=== Begin Enclosure ===

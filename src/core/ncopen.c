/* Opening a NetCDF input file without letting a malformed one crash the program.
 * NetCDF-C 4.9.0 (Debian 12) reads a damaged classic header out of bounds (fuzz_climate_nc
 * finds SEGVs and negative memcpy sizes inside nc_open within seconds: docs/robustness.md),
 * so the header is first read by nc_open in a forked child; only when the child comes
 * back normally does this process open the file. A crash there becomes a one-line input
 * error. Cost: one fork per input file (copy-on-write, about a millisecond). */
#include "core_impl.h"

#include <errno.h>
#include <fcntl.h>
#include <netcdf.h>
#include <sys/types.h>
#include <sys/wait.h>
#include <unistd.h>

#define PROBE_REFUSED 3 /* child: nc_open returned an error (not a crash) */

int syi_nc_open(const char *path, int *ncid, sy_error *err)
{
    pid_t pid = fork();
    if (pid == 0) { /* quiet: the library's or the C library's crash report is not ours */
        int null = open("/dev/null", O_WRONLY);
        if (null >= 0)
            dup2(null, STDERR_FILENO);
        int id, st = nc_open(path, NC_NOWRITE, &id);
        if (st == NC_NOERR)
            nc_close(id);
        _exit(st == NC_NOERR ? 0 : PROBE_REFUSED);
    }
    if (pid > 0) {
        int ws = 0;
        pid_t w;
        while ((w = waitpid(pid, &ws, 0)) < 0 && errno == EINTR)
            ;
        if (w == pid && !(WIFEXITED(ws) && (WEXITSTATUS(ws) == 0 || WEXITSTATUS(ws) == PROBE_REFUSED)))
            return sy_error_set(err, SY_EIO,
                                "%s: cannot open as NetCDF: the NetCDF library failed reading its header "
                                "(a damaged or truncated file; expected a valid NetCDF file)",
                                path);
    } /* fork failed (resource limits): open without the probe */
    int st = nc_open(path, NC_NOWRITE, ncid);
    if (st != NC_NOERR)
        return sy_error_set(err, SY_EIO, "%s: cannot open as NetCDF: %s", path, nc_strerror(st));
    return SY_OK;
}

=== End Enclosure ===
=== Begin Enclosure ===

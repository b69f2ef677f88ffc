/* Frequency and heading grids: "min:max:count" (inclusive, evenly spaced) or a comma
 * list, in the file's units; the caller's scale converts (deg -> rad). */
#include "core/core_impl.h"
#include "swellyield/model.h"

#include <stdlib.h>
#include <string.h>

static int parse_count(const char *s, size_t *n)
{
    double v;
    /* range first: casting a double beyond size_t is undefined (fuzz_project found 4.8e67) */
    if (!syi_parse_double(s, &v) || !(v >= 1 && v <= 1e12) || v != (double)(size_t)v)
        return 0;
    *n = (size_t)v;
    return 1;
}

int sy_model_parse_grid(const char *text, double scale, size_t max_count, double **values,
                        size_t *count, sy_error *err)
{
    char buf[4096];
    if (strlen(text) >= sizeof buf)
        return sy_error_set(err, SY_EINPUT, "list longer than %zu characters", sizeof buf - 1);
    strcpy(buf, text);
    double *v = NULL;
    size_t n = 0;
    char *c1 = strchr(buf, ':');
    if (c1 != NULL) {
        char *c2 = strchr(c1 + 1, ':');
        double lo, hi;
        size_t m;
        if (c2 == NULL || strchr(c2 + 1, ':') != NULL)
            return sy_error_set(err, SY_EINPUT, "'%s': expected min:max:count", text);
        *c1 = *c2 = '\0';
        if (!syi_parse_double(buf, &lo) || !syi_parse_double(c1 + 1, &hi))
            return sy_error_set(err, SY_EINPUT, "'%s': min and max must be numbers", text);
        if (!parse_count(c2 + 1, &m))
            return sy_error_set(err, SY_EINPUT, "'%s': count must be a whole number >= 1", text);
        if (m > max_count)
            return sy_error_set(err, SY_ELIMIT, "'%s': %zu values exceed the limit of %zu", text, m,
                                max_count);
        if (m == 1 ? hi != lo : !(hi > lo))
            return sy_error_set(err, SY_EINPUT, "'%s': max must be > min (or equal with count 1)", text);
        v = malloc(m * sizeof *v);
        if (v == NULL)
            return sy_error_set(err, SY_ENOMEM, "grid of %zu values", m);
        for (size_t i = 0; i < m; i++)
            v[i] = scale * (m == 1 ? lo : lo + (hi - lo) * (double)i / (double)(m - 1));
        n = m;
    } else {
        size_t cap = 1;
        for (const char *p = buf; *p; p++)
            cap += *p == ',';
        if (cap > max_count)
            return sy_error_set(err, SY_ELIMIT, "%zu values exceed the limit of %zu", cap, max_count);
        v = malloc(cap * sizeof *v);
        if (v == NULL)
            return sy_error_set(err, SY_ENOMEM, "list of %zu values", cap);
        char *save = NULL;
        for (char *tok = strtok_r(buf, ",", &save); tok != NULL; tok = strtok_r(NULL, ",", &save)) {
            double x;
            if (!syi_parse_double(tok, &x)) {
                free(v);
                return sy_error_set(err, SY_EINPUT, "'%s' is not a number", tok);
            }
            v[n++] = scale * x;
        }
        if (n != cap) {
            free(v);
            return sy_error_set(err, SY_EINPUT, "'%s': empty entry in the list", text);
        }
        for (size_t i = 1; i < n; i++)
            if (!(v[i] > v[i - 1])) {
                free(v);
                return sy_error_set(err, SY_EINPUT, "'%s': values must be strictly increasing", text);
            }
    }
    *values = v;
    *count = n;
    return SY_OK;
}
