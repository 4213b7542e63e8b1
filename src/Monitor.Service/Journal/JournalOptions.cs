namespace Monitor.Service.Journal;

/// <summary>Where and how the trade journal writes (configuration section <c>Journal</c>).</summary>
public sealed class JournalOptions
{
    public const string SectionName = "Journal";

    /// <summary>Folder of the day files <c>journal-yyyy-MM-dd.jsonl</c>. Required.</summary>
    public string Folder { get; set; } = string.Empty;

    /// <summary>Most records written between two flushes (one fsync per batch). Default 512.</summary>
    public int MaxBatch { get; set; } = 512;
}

=== End Enclosure ===
=== Begin Enclosure ===

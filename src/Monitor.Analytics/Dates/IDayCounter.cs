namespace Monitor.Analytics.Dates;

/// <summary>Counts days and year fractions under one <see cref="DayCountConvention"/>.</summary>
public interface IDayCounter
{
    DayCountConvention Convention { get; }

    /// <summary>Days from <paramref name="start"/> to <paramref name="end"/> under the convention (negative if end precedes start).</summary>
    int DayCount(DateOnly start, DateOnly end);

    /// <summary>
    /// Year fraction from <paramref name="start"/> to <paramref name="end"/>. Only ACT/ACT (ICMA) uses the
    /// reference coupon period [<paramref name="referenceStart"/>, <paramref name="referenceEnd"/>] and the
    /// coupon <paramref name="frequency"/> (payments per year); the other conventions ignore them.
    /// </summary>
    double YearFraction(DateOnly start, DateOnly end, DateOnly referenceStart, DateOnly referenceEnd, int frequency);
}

=== End Enclosure ===

_ABOUT THIS EXERCISE_
Please report all lines in the entries where "referenceStart" appears.

_ANSWER TO THIS TASK_
    /// reference coupon period [<paramref name="referenceStart"/>, <paramref name="referenceEnd"/>] and the
    double YearFraction(DateOnly start, DateOnly end, DateOnly referenceStart, DateOnly referenceEnd, int frequency);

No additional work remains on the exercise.